训练数据集采用了莎士比亚文集,点击下载后,保存为txt格式即可。
context_size设为2,意味着是trigram。embedding_dim设为256。

  1. !wget https://ocw.mit.edu/ans7870/6/6.006/s08/lecturenotes/files/t8.shakespeare.txt
  1. --2021-05-18 16:44:36-- https://ocw.mit.edu/ans7870/6/6.006/s08/lecturenotes/files/t8.shakespeare.txt
  2. Resolving ocw.mit.edu (ocw.mit.edu)... 151.101.110.133
  3. Connecting to ocw.mit.edu (ocw.mit.edu)|151.101.110.133|:443... connected.
  4. HTTP request sent, awaiting response... 200 OK
  5. Length: 5458199 (5.2M) [text/plain]
  6. Saving to: t8.shakespeare.txt
  7. t8.shakespeare.txt. 100%[===================>] 5.21M 47.6KB/s in 1m 50s
  8. 2021-05-18 16:46:27 (48.5 KB/s) - t8.shakespeare.txt saved [5458199/5458199]
  1. # 文件路径
  2. path_to_file = './t8.shakespeare.txt'
  3. test_sentence = open(path_to_file, 'rb').read().decode(encoding='utf-8')
  4. # 文本长度是指文本中的字符个数
  5. print ('Length of text: {} characters'.format(len(test_sentence)))
  1. Length of text: 5458199 characters

2.2 数据预处理

因为标点符号本身无实际意义,用string库中的punctuation,完成英文符号的替换。

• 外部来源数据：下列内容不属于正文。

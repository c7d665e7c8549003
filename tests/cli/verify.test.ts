import { readFileSync, rmSync, writeFileSync } from 'node:fs';
import { join } from 'node:path';
import { beforeAll, describe, expect, it } from 'vitest';
import { folderWithDemo, PROBLEM_SHAPE, run, STACK_LINE } from './program.ts';

const folder = folderWithDemo();
const house = 'data/demo/house.yaml';
const flat = 'data/demo/tariffs/flat.yaml';
const at = (name: string) => join(folder, name);
const textOf = (name: string) => readFileSync(at(name), 'utf8');

/** The report with one passage replaced. */
function changedReport(passage: string | RegExp, by: string): string {
  const text = textOf('report.html');
  const changed = text.replace(passage, by);
  expect(changed).not.toBe(text);
  writeFileSync(at('changed.html'), changed);
  return 'changed.html';
}

async function unreadable(file: string): Promise<string> {
  const { code, stdout, stderr } = await run(folder, 'verify', file);
  expect({ code, stdout }).toEqual({ code: 2, stdout: '' });
  expect(stderr).toMatch(PROBLEM_SHAPE);
  expect(stderr).not.toMatch(STACK_LINE);
  return stderr;
}

beforeAll(async () => {
  await run(folder, 'report', house, '--out', 'report.html');
  await run(folder, 'report', house, '--out', 'bericht.html', '--language', 'de', '--date', '2025-03-31');
});

describe('verify', () => {
  it.each(['report.html', 'bericht.html'])('finds that all of %s holds', async (file) => {
    const { code, stdout, stderr } = await run(folder, 'verify', file);
    expect({ code, stderr }).toEqual({ code: 0, stderr: '' });
    expect(stdout).toMatch(/Files: all \d+ are as they were\.\nFigures: all [\d\u202f]+ hold\.\nPage: word for word/);
    expect(stdout).toContain('All of the report holds.');
  });

  it('needs no scenario on the disk, for the report holds it', async () => {
    const scenario = textOf(house);
    rmSync(at(house));
    const { code } = await run(folder, 'verify', 'report.html');
    writeFileSync(at(house), scenario);
    expect(code).toBe(0);
  });

  it('names a file that has changed, and each figure that has', async () => {
    const tariff = textOf(flat);
    writeFileSync(at(flat), tariff.replace(/price: 0\.\d+/, 'price: 0.5'));
    const { code, stdout } = await run(folder, 'verify', 'report.html');
    writeFileSync(at(flat), tariff);
    expect(code).toBe(1);
    expect(stdout).toContain(`Files: 1 of 8 are not as they were.\n  ${flat}\n`);
    expect(stdout).toMatch(/ {2}costs\[0\]\.energy {2}[\d.]+ → [\d.]+\n/);
    expect(stdout).not.toMatch(/ {2}annual\./);
    expect(stdout).toContain('The report does not hold.');
  });

  it('does not hold where a file has changed though no figure has', async () => {
    const tariff = textOf(flat);
    writeFileSync(at(flat), `${tariff}# a remark\n`);
    const { code, stdout } = await run(folder, 'verify', 'report.html');
    writeFileSync(at(flat), tariff);
    expect(code).toBe(1);
    expect(stdout).toMatch(/Figures: all [\d\u202f]+ hold\./);
  });

  it('finds a figure that was changed in its data', async () => {
    const file = changedReport(/"heatLoss":195,/, '"heatLoss":295,');
    const { code, stdout } = await run(folder, 'verify', file);
    expect(code).toBe(1);
    expect(stdout).toContain('  house.heatLoss  295 → 195\n');
  });

  it('finds a sentence that was changed in its page alone', async () => {
    const file = changedReport('the rooms would lack no heat', 'the rooms would be wonderful');
    const { code, stdout } = await run(folder, 'verify', file);
    expect(code).toBe(1);
    expect(stdout).toContain('Page: it is not as it is made now.');
    expect(stdout).toContain('the rooms would be wonderful');
  });

  it('finds a scenario that was changed within the report', async () => {
    const file = changedReport('value: 195 }\\n', 'value: 196 }\\n');
    const { code, stdout } = await run(folder, 'verify', file);
    expect(code).toBe(1);
    expect(stdout).toContain(`  ${house}\n`);
    expect(stdout).toMatch(/ {2}annual\.spaceHeatNeed {2}[\d.]+ → [\d.]+\n/);
  });

  it('cannot read what is no report', async () => {
    expect(await unreadable('nix.html')).toContain('nix.html  there is no such file');
    expect(await unreadable(house)).toContain('this is no report of a house by Winterledger');
    const cut = textOf('report.html').slice(0, -2000);
    writeFileSync(at('cut.html'), cut);
    expect(await unreadable('cut.html')).toContain('cut.html  this is no report of a house by Winterledger');
    const broken = changedReport('"form":1', '"form":1,"more":2');
    expect(await unreadable(broken)).toContain('the data in this report are not what a report holds');
  });

  it('tells of a file of the report that is not there', async () => {
    const tariff = textOf(flat);
    rmSync(at(flat));
    const problem = await unreadable('report.html');
    writeFileSync(at(flat), tariff);
    expect(problem).toContain(flat);
  });
});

  1. from string import punctuation
  2. process_dicts={i:'' for i in punctuation}
  3. print(process_dicts)
  4. punc_table = str.maketrans(process_dicts)
  5. test_sentence = test_sentence.translate(punc_table)
  1. {'!': '', '"': '', '#': '', '$': '', '%': '', '&': '', "'": '', '(': '', ')': '', '*': '', '+': '', ',': '', '-': '', '.': '', '/': '', ':': '', ';': '', '<': '', '=': '', '>': '', '?': '', '@': '', '[': '', '': '', ']': '', '^': '', '_': '', '`': '', '{': '', '|': '', '}': '', '~': ''}

由于词表的的长尾,会降低模型训练的速度与精度。因此取词频前2500的单词作为词表,如果不在词表中的单词都用 ‘ ’ 替换。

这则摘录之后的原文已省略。